We are planning to develop a Web Service using Pixel Streaming 2, which is provided with Unreal Engine 5.5.
Our goal is to allow each user (client) to access the web service and have an independent view and control over their own session.
As far as we understand, Pixel Streaming 2 supports this kind of functionality by spawning a new player for each connected client in Unreal Engine, allowing each client to control their own player instance.
Is this understanding correct?
If this functionality is supported, we have an additional question:
Assuming we run this on a high-performance PC, and stream to each client in FHD (1920x1080) at 30 FPS,
how many concurrent clients can be realistically supported from a single Unreal Engine instance?
The PixelStreaming plugin (both 1 and 2) is more designed for a 1 to 1 use case where there is one application per player connected.

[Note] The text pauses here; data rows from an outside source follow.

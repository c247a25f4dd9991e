/**
 * The address of the client that sent a request, for rate limits and session records.
 *
 * Astro's `clientAddress` takes the first X-Forwarded-For value, which any caller can set, so it is not used.
 * The socket's own address is recorded for every HTTP request this process serves (node's `request` event runs
 * inside an AsyncLocalStorage holding it), and forwarding headers count only when that socket address belongs to
 * a proxy listed in TRUSTED_PROXIES.
 */
import { AsyncLocalStorage } from "node:async_hooks";
import http from "node:http";
import https from "node:https";
import { BlockList, isIP } from "node:net";
import { serverEnv } from "./env";

const socketAddressStore = new AsyncLocalStorage<string | null>();
const PATCHED = Symbol.for("paneray.socketAddressPatched");

function recordSocketAddresses(proto: { emit: (event: string | symbol, ...args: unknown[]) => boolean } & Record<symbol, unknown>) {
  if (proto[PATCHED]) return;
  const emit = proto.emit;
  proto.emit = function (this: unknown, event: string | symbol, ...args: unknown[]) {
    if (event === "request") {
      const req = args[0] as http.IncomingMessage;
      return socketAddressStore.run(req.socket?.remoteAddress ?? null, () => emit.call(this, event, ...args));
    }
    return emit.call(this, event, ...args);
  };
  proto[PATCHED] = true;
}
recordSocketAddresses(http.Server.prototype as never);
recordSocketAddresses(https.Server.prototype as never);

/** The socket address of the HTTP request being served, or undefined outside one (or before this module loaded). */
export function currentSocketAddress(): string | undefined {
  return socketAddressStore.getStore() ?? undefined;
}

/** "::ffff:192.0.2.1" → "192.0.2.1"; brackets and ports of Forwarded values removed; undefined if not an IP. */
export function normaliseAddress(raw: string | undefined | null): string | undefined {
  if (!raw) return undefined;
  let a = raw.trim().replace(/^"|"$/g, "");
  const bracketed = /^\[([^\]]+)\](?::\d+)?$/.exec(a);
  if (bracketed) a = bracketed[1]!;
  else if (/^\d{1,3}(\.\d{1,3}){3}:\d+$/.test(a)) a = a.slice(0, a.lastIndexOf(":"));
  const mapped = /^::ffff:(\d{1,3}(\.\d{1,3}){3})$/i.exec(a);
  if (mapped) a = mapped[1]!;
  return isIP(a) ? a.toLowerCase() : undefined;
}

/** Parses "10.0.0.0/8, 192.0.2.7, ::1" into a block list; throws naming the entry that is not an address or block. */
export function parseTrustedProxies(list: string): BlockList {
  const blocks = new BlockList();
  for (const entry of list
    .split(",")
    .map((s) => s.trim())
    .filter(Boolean)) {
    const [addr, bits] = entry.split("/");
    const ip = normaliseAddress(addr);
    const family = ip ? (isIP(ip) === 6 ? "ipv6" : "ipv4") : undefined;
    const prefix = bits === undefined ? undefined : Number(bits);
    if (!ip || !family || (prefix !== undefined && !(Number.isInteger(prefix) && prefix >= 0 && prefix <= (family === "ipv6" ? 128 : 32)))) {
      throw new Error(`TRUSTED_PROXIES: "${entry}" is not an IP address or CIDR block`);
    }
    if (prefix === undefined) blocks.addAddress(ip, family);
    else blocks.addSubnet(ip, prefix, family);
  }
  return blocks;
}

const isTrusted = (ip: string, proxies: BlockList) => proxies.check(ip, isIP(ip) === 6 ? "ipv6" : "ipv4");

/** The addresses a request passed through, nearest last: X-Forwarded-For, else the `for=` values of Forwarded. */
function forwardedChain(headers: Headers): string[] {
  const xff = headers.get("x-forwarded-for");
  if (xff) return xff.split(",").map((s) => s.trim());
  const fwd = headers.get("forwarded");
  if (fwd) {
    return fwd
      .split(",")
      .map((part) => /(?:^|;)\s*for=("[^"]*"|[^;,\s]*)/i.exec(part)?.[1] ?? "")
      .map((s) => s.trim());
  }
  return [];
}

/**
 * The client's address: the socket's, unless the socket is a trusted proxy; then the nearest address in the
 * forwarding chain that is not itself a trusted proxy. An entry that is not an IP address ends the walk (the
 * last trusted hop is answered instead), so a malformed header cannot pick the address.
 */
export function resolveClientAddress(socketAddress: string, headers: Headers, proxies: BlockList): string {
  let client = normaliseAddress(socketAddress) ?? socketAddress;
  if (!isTrusted(client, proxies)) return client;
  const chain = forwardedChain(headers);
  for (let i = chain.length - 1; i >= 0; i--) {
    const hop = normaliseAddress(chain[i]);
    if (!hop) break;
    client = hop;
    if (!isTrusted(hop, proxies)) break;
  }
  return client;
}

let configured: BlockList | undefined;
const configuredProxies = () => (configured ??= parseTrustedProxies(serverEnv().TRUSTED_PROXIES));

/** Stands for the client when no socket address is known and the request carries forwarding headers. */
export const UNKNOWN_CLIENT = "unknown";

/**
 * The client address of the request being served. `fallback` (Astro's clientAddress) is used only when no socket
 * address was recorded and the request carries no forwarding header (then Astro's value is the socket's).
 */
export function clientAddressOf(request: Request, fallback?: string): string {
  const socket = currentSocketAddress();
  if (socket) return resolveClientAddress(socket, request.headers, configuredProxies());
  if (fallback && !request.headers.has("x-forwarded-for") && !request.headers.has("forwarded")) return normaliseAddress(fallback) ?? fallback;
  return UNKNOWN_CLIENT;
}
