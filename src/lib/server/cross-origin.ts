/**
 * Refusal of cross-site writes to the JSON API. A browser tells us where a request comes from in
 * `Sec-Fetch-Site` (set by the browser itself, never by page scripts) and `Origin`; a write whose
 * headers name another site is refused, whatever cookies it carries. A request with neither header
 * (curl, scripts, server-to-server calls) does not come from a browser page and is let through; it
 * still needs a session like any other call.
 *
 * Besides, a write whose body an HTML form could send (a form content type, or no content type) must carry
 * one of our origins, whatever the path (`formWriteRefusal`); the middleware skips both checks for requests
 * that carry an API key and no cookie, which no browser page can forge.
 */
import type { ServerEnv } from "@/lib/server/env";

const WRITE_METHODS = new Set(["POST", "PUT", "PATCH", "DELETE"]);

/** The browser origins our pages are served from: BETTER_AUTH_URL's and those in TRUSTED_ORIGINS. */
export function trustedOrigins(env: Pick<ServerEnv, "BETTER_AUTH_URL" | "TRUSTED_ORIGINS">): ReadonlySet<string> {
  const origins = new Set<string>();
  for (const raw of [env.BETTER_AUTH_URL, ...env.TRUSTED_ORIGINS.split(",")]) {
    const value = raw.trim();
    if (!value) continue;
    try {
      origins.add(new URL(value).origin);
    } catch {
      console.error(`[config] TRUSTED_ORIGINS: "${value}" is not an origin (scheme://host[:port]); ignored`);
    }
  }
  return origins;
}

/** Whether the request is a write under /api/v1, the requests the check applies to. */
export function isApiWrite(method: string, pathname: string): boolean {
  return WRITE_METHODS.has(method.toUpperCase()) && (pathname === "/api/v1" || pathname.startsWith("/api/v1/"));
}

/**
 * Why a write must be refused as cross-site, or null when it may proceed: `Sec-Fetch-Site` present
 * and neither `same-origin` nor `none`, or `Origin` present and not one of the trusted origins.
 */
export function crossSiteRefusal(headers: Headers, trusted: ReadonlySet<string>): string | null {
  const site = headers.get("sec-fetch-site")?.trim().toLowerCase();
  if (site !== undefined && site !== "same-origin" && site !== "none") {
    return `Cross-site request refused: the browser reports it as coming from a ${site === "" ? "unnamed" : `"${site}"`} page`;
  }
  const origin = headers.get("origin");
  if (origin !== null && !trusted.has(origin.trim())) {
    return `Cross-site request refused: origin "${origin.slice(0, 200)}" is not one of this server's origins`;
  }
  return null;
}

/** The content types an HTML form (or a CORS-simple request) can send without a preflight. */
const FORM_TYPES = ["application/x-www-form-urlencoded", "multipart/form-data", "text/plain"];

/**
 * Why a write that a plain HTML form could send (a form content type, or none at all) must be refused, or
 * null: it must carry an `Origin` that is the request's own origin or a trusted one.
 */
export function formWriteRefusal(method: string, headers: Headers, ownOrigin: string, trusted: ReadonlySet<string>): string | null {
  const m = method.toUpperCase();
  if (!WRITE_METHODS.has(m)) return null;
  const type = headers.get("content-type");
  if (type !== null && !FORM_TYPES.some((t) => type.toLowerCase().includes(t))) return null;
  const origin = headers.get("origin")?.trim();
  if (origin !== undefined && (origin === ownOrigin || trusted.has(origin))) return null;
  return `Cross-site ${m} form submission refused: a request with a form body or none must carry this server's Origin`;
}
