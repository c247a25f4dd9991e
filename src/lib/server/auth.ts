/**
 * Sign-in, sessions and organisations (better-auth with its Drizzle adapter and the
 * organization plugin). Roles and their rights live in src/lib/auth/roles.ts.
 */
import { betterAuth } from "better-auth";
import { drizzleAdapter } from "better-auth/adapters/drizzle";
import { organization } from "better-auth/plugins";
import { asc, eq } from "drizzle-orm";
import { ac, roles, ROLE_LABELS, isRoleName } from "@/lib/auth/roles";
import { db } from "./db/client";
import * as schema from "./db/schema";
import { serverEnv } from "./env";
import { actionMail, sendMail } from "./mail";

const env = serverEnv();

export const INVITATION_TTL_SECONDS = 7 * 24 * 3600;

/** Header through which the auth route hands the socket's client address to better-auth. */
export const CLIENT_IP_HEADER = "x-paneray-client-ip";

export const auth = betterAuth({
  appName: "Paneray",
  baseURL: env.BETTER_AUTH_URL,
  secret: env.BETTER_AUTH_SECRET,
  trustedOrigins: env.TRUSTED_ORIGINS.split(",")
    .map((s) => s.trim())
    .filter(Boolean),
  database: drizzleAdapter(db, { provider: "pg", schema }),
  telemetry: { enabled: false },
  // Failures that are not better-auth's own refusals reach our route (src/pages/api/auth/[...all].ts),
  // which answers a lost database 503 with Retry-After instead of a bare 500.
  onAPIError: { throw: true },
  rateLimit: { enabled: env.AUTH_RATE_LIMIT !== "off" },
  advanced: { ipAddress: { ipAddressHeaders: [CLIENT_IP_HEADER] } },
  emailAndPassword: {
    enabled: true,
    minPasswordLength: 8,
    resetPasswordTokenExpiresIn: 3600,
    revokeSessionsOnPasswordReset: true,
    async sendResetPassword({ user, url }) {
      await sendMail(
        actionMail({
          to: user.email,
          subject: "Reset your Paneray password",
          lines: [
            `Hello ${user.name},`,
            "Someone (we hope you) asked to reset the password of your Paneray account.",
            "The link below is valid for one hour. If you did not ask for it, ignore this message.",
          ],
          actionLabel: "Choose a new password",
          url,
        }),
      );
    },
  },
  databaseHooks: {
    session: {
      create: {
        // A new session starts in the user's oldest organisation.
        async before(session) {
          const first = await db
            .select({ organizationId: schema.member.organizationId })
            .from(schema.member)
            .where(eq(schema.member.userId, session.userId))
            .orderBy(asc(schema.member.createdAt))
            .limit(1);
          return { data: { ...session, activeOrganizationId: first[0]?.organizationId ?? null } };
        },
      },
    },
  },
  plugins: [
    organization({
      ac,
      roles,
      creatorRole: "owner",
      invitationExpiresIn: INVITATION_TTL_SECONDS,
      cancelPendingInvitationsOnReInvite: true,
      async sendInvitationEmail({ id, email, role, organization: org, inviter }) {
        const roleLabel = isRoleName(role) ? ROLE_LABELS[role] : role;
        await sendMail(
          actionMail({
            to: email,
            subject: `${inviter.user.name} invited you to ${org.name} on Paneray`,
            lines: [
              "Hello,",
              `${inviter.user.name} (${inviter.user.email}) invited you to join ${org.name} on Paneray as ${roleLabel}.`,
              "Paneray is where façade consultants, architects and clients work out how much sun each glazing option lets into a building.",
              "The invitation is valid for 7 days.",
            ],
            actionLabel: "Accept the invitation",
            url: `${env.BETTER_AUTH_URL}/invitations/${id}`,
          }),
        );
      },
    }),
  ],
});

export type AuthUser = typeof auth.$Infer.Session.user;
export type AuthSession = typeof auth.$Infer.Session.session;
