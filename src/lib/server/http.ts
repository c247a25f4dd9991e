/**
 * One error body for every endpoint (RFC 9457 problem+json) and the request-reading helpers
 * that turn bad input into a 4xx answer instead of an exception.
 */
import type { APIContext, APIRoute } from "astro";
import { z, type ZodType } from "zod";

export interface FieldError {
  field: string;
  message: string;
}

export function problem(status: number, detail: string, extra: { errors?: FieldError[]; [k: string]: unknown } = {}): Response {
  const titles: Record<number, string> = {
    400: "Bad request",
    401: "Not signed in",
    403: "Forbidden",
    404: "Not found",
    405: "Method not allowed",
    409: "Conflict",
    413: "Request body too large",
    415: "Unsupported media type",
    422: "Unprocessable request",
    429: "Too many requests",
    500: "Internal error",
    503: "Service unavailable",
  };
  return new Response(JSON.stringify({ type: "about:blank", title: titles[status] ?? "Error", status, detail, ...extra }), {
    status,
    headers: { "content-type": "application/problem+json; charset=utf-8", "cache-control": "no-store" },
  });
}

/** Thrown inside a handler to answer with a problem response. */
export class HttpError extends Error {
  constructor(
    readonly status: number,
    message: string,
    readonly extra: { errors?: FieldError[]; [k: string]: unknown } = {},
  ) {
    super(message);
  }
  toResponse(): Response {
    return problem(this.status, this.message, this.extra);
  }
}

export const fieldPath = (path: readonly PropertyKey[]) =>
  path.length === 0 ? "(body)" : path.map((p) => (typeof p === "number" ? `[${p}]` : String(p))).join(".").replace(/\.\[/g, "[");

export function zodFieldErrors(error: z.ZodError): FieldError[] {
  return error.issues.map((i) => ({ field: fieldPath(i.path), message: i.message }));
}

export function validationError(error: z.ZodError): HttpError {
  const errors = zodFieldErrors(error);
  const first = errors[0]!;
  const more = errors.length > 1 ? ` (and ${errors.length - 1} more)` : "";
  return new HttpError(400, `Invalid field "${first.field}": ${first.message}${more}`, { errors });
}

/** Default cap on JSON request bodies. */
export const MAX_JSON_BYTES = 256 * 1024;

/** Reads and validates a JSON body: 413 past maxBytes, 415 for non-JSON, 400 naming the field. */
export async function readJson<T>(request: Request, schema: ZodType<T>, maxBytes = MAX_JSON_BYTES): Promise<T> {
  const type = request.headers.get("content-type") ?? "";
  if (type && !/^application\/(.+\+)?json\b/i.test(type)) {
    throw new HttpError(415, `Expected a JSON body (content-type application/json), got "${type}"`);
  }
  const declared = Number(request.headers.get("content-length") ?? "NaN");
  if (Number.isFinite(declared) && declared > maxBytes) {
    throw new HttpError(413, `The request body is ${declared} bytes; the limit is ${maxBytes}`);
  }
  const text = await readTextCapped(request, maxBytes);
  let body: unknown;
  try {
    body = JSON.parse(text);
  } catch {
    throw new HttpError(400, "The request body is not valid JSON", { errors: [{ field: "(body)", message: "not valid JSON" }] });
  }
  const parsed = schema.safeParse(body);
  if (!parsed.success) throw validationError(parsed.error);
  return parsed.data;
}

async function readTextCapped(request: Request, maxBytes: number): Promise<string> {
  if (!request.body) return "";
  const reader = request.body.getReader();
  const chunks: Uint8Array[] = [];
  let total = 0;
  for (;;) {
    const { done, value } = await reader.read();
    if (done) break;
    total += value.byteLength;
    if (total > maxBytes) {
      await reader.cancel().catch(() => {});
      throw new HttpError(413, `The request body exceeds the limit of ${maxBytes} bytes`);
    }
    chunks.push(value);
  }
  return new TextDecoder().decode(Buffer.concat(chunks));
}

/** Validates route parameters (e.g. ids) with the same error shape as bodies. */
export function parseParams<T>(params: unknown, schema: ZodType<T>): T {
  const parsed = schema.safeParse(params);
  if (!parsed.success) {
    const err = validationError(parsed.error);
    throw new HttpError(404, err.message, err.extra);
  }
  return parsed.data;
}

export function json(data: unknown, status = 200, headers: HeadersInit = {}): Response {
  return new Response(JSON.stringify(data), {
    status,
    headers: { "content-type": "application/json; charset=utf-8", "cache-control": "no-store", ...headers },
  });
}

/** The signed-in user, or a 401. */
export function requireUser(locals: App.Locals): NonNullable<App.Locals["user"]> {
  if (!locals.user) throw new HttpError(401, "Sign in to use this endpoint");
  return locals.user;
}

/** Errors raised by better-auth's server API carry a status and a message. */
function fromAuthError(err: unknown): HttpError | null {
  if (err && typeof err === "object" && "statusCode" in err && typeof (err as { statusCode: unknown }).statusCode === "number") {
    const e = err as { statusCode: number; body?: { message?: string }; message?: string };
    const status = e.statusCode >= 400 && e.statusCode < 500 ? e.statusCode : 500;
    return new HttpError(status, e.body?.message ?? e.message ?? "Request refused");
  }
  return null;
}

/**
 * Wraps an endpoint so that every failure becomes a problem response:
 * HttpError as given, better-auth errors with their status, anything else a logged 500.
 */
export function endpoint(fn: (ctx: APIContext) => Promise<Response> | Response): APIRoute {
  return async (ctx) => {
    try {
      return await fn(ctx);
    } catch (err) {
      if (err instanceof HttpError) return err.toResponse();
      if (err instanceof z.ZodError) return validationError(err).toResponse();
      const authErr = fromAuthError(err);
      if (authErr && authErr.status < 500) return authErr.toResponse();
      console.error(`[api] ${ctx.request.method} ${ctx.url.pathname} failed:`, err);
      return problem(500, "Something went wrong on our side; nothing was changed by the failed step.");
    }
  };
}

That being said, PixelStreaming does support multiple players connected to the same instance with no problems on audio and video. I imagine you’d run into issues regarding input handling as as far as I know, the Unreal Engine itself doesn’t support multiple keyboards or mice so there would be no way to control individual players per keyboard.
Pixel Streaming 2 does support this use case using gamepads.
As for the stream performance, it more depends on the performance of your application in general as well as the network strength between the connected players and the application.
Hope this helps!
Just to add to your question regarding concurrent clients, there are a number of factors at play that impact this.
An thing to consider is your GPU. A consumer grade Nvidia card has a hard limit of 8 concurrent video encoding sessions simultaneously, whilst many professional cards do not have a hard limit. I would be surprised if you could run 8 1920x1080 streams at once on a consumer card. Professional cards would likely tap out before 16 streams.